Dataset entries
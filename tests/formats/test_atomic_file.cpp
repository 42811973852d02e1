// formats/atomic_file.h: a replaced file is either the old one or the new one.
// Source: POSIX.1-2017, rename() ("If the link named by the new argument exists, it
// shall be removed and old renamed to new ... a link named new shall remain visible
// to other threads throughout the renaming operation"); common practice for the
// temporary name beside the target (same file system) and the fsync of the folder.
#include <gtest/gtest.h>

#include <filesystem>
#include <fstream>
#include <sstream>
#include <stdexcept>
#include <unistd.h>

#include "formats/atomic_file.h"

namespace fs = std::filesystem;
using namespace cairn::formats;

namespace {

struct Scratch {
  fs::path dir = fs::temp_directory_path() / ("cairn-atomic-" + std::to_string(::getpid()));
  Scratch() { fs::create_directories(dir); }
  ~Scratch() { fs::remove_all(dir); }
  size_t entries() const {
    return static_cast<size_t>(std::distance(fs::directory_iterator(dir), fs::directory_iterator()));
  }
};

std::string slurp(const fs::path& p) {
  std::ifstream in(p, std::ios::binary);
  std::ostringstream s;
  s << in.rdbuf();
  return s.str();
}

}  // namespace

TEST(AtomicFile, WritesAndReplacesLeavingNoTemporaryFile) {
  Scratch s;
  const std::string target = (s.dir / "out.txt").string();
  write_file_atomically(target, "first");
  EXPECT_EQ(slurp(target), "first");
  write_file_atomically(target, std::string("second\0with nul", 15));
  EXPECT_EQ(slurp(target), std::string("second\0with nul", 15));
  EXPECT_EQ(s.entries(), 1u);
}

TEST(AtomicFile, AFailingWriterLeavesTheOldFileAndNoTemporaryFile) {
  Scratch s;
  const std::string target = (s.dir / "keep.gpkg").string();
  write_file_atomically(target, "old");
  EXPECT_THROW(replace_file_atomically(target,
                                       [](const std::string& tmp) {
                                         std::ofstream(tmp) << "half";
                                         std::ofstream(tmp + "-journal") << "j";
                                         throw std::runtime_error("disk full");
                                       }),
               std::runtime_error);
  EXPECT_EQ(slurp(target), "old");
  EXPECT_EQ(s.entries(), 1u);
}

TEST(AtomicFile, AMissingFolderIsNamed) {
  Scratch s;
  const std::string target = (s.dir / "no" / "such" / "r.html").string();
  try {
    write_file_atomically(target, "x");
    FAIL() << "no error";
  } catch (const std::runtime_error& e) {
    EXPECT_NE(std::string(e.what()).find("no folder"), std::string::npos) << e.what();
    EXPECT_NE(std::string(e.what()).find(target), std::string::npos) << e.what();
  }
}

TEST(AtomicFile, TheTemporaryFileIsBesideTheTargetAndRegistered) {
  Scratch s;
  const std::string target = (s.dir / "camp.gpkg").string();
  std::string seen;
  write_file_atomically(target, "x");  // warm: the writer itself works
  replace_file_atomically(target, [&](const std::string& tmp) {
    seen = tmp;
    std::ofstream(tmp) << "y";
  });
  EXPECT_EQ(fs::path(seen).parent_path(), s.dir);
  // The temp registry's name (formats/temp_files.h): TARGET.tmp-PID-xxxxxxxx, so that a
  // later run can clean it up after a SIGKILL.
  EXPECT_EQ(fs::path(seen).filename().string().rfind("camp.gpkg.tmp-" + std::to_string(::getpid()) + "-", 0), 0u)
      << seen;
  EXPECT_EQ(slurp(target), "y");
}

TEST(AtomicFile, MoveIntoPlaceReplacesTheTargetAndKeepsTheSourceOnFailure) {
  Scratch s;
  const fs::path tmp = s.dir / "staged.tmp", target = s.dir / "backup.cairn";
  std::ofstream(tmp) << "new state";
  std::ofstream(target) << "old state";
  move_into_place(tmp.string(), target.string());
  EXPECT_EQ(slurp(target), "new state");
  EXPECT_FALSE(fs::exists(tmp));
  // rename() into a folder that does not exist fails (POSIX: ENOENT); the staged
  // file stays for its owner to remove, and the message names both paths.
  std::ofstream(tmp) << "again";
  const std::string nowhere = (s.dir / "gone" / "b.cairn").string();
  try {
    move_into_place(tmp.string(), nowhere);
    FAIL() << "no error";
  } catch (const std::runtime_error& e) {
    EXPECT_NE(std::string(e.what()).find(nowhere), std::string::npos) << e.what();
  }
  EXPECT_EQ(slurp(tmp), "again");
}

__AIM OF THE TASK__:
The data, all of it, should be transcribed exactly.

__RESULT OF THE TASK__:
filename tests/formats/test_atomic_file.cpp
repository 42811973852d02e1
// formats/atomic_file.h: a replaced file is either the old one or the new one.
// Source: POSIX.1-2017, rename() ("If the link named by the new argument exists, it
// shall be removed and old renamed to new ... a link named new shall remain visible
// to other threads throughout the renaming operation"); common practice for the
// temporary name beside the target (same file system) and the fsync of the folder.
#include <gtest/gtest.h>

#include <filesystem>
#include <fstream>
#include <sstream>
#include <stdexcept>
#include <unistd.h>

#include "formats/atomic_file.h"

namespace fs = std::filesystem;
using namespace cairn::formats;

namespace {

struct Scratch {
  fs::path dir = fs::temp_directory_path() / ("cairn-atomic-" + std::to_string(::getpid()));
  Scratch() { fs::create_directories(dir); }
  ~Scratch() { fs::remove_all(dir); }
  size_t entries() const {
    return static_cast<size_t>(std::distance(fs::directory_iterator(dir), fs::directory_iterator()));
  }
};

std::string slurp(const fs::path& p) {
  std::ifstream in(p, std::ios::binary);
  std::ostringstream s;
  s << in.rdbuf();
  return s.str();
}

}  // namespace

TEST(AtomicFile, WritesAndReplacesLeavingNoTemporaryFile) {
  Scratch s;
  const std::string target = (s.dir / "out.txt").string();
  write_file_atomically(target, "first");
  EXPECT_EQ(slurp(target), "first");
  write_file_atomically(target, std::string("second\0with nul", 15));
  EXPECT_EQ(slurp(target), std::string("second\0with nul", 15));
  EXPECT_EQ(s.entries(), 1u);
}

TEST(AtomicFile, AFailingWriterLeavesTheOldFileAndNoTemporaryFile) {
  Scratch s;
  const std::string target = (s.dir / "keep.gpkg").string();
  write_file_atomically(target, "old");
  EXPECT_THROW(replace_file_atomically(target,
                                       [](const std::string& tmp) {
                                         std::ofstream(tmp) << "half";
                                         std::ofstream(tmp + "-journal") << "j";
                                         throw std::runtime_error("disk full");
                                       }),
               std::runtime_error);
  EXPECT_EQ(slurp(target), "old");
  EXPECT_EQ(s.entries(), 1u);
}

TEST(AtomicFile, AMissingFolderIsNamed) {
  Scratch s;
  const std::string target = (s.dir / "no" / "such" / "r.html").string();
  try {
    write_file_atomically(target, "x");
    FAIL() << "no error";
  } catch (const std::runtime_error& e) {
    EXPECT_NE(std::string(e.what()).find("no folder"), std::string::npos) << e.what();
    EXPECT_NE(std::string(e.what()).find(target), std::string::npos) << e.what();
  }
}

TEST(AtomicFile, TheTemporaryFileIsBesideTheTargetAndRegistered) {
  Scratch s;
  const std::string target = (s.dir / "camp.gpkg").string();
  std::string seen;
  write_file_atomically(target, "x");  // warm: the writer itself works
  replace_file_atomically(target, [&](const std::string& tmp) {
    seen = tmp;
    std::ofstream(tmp) << "y";
  });
  EXPECT_EQ(fs::path(seen).parent_path(), s.dir);
  // The temp registry's name (formats/temp_files.h): TARGET.tmp-PID-xxxxxxxx, so that a
  // later run can clean it up after a SIGKILL.
  EXPECT_EQ(fs::path(seen).filename().string().rfind("camp.gpkg.tmp-" + std::to_string(::getpid()) + "-", 0), 0u)
      << seen;
  EXPECT_EQ(slurp(target), "y");
}

TEST(AtomicFile, MoveIntoPlaceReplacesTheTargetAndKeepsTheSourceOnFailure) {
  Scratch s;
  const fs::path tmp = s.dir / "staged.tmp", target = s.dir / "backup.cairn";
  std::ofstream(tmp) << "new state";
  std::ofstream(target) << "old state";
  move_into_place(tmp.string(), target.string());
  EXPECT_EQ(slurp(target), "new state");
  EXPECT_FALSE(fs::exists(tmp));
  // rename() into a folder that does not exist fails (POSIX: ENOENT); the staged
  // file stays for its owner to remove, and the message names both paths.
  std::ofstream(tmp) << "again";
  const std::string nowhere = (s.dir / "gone" / "b.cairn").string();
  try {
    move_into_place(tmp.string(), nowhere);
    FAIL() << "no error";
  } catch (const std::runtime_error& e) {
    EXPECT_NE(std::string(e.what()).find(nowhere), std::string::npos) << e.what();
  }
  EXPECT_EQ(slurp(tmp), "again");
}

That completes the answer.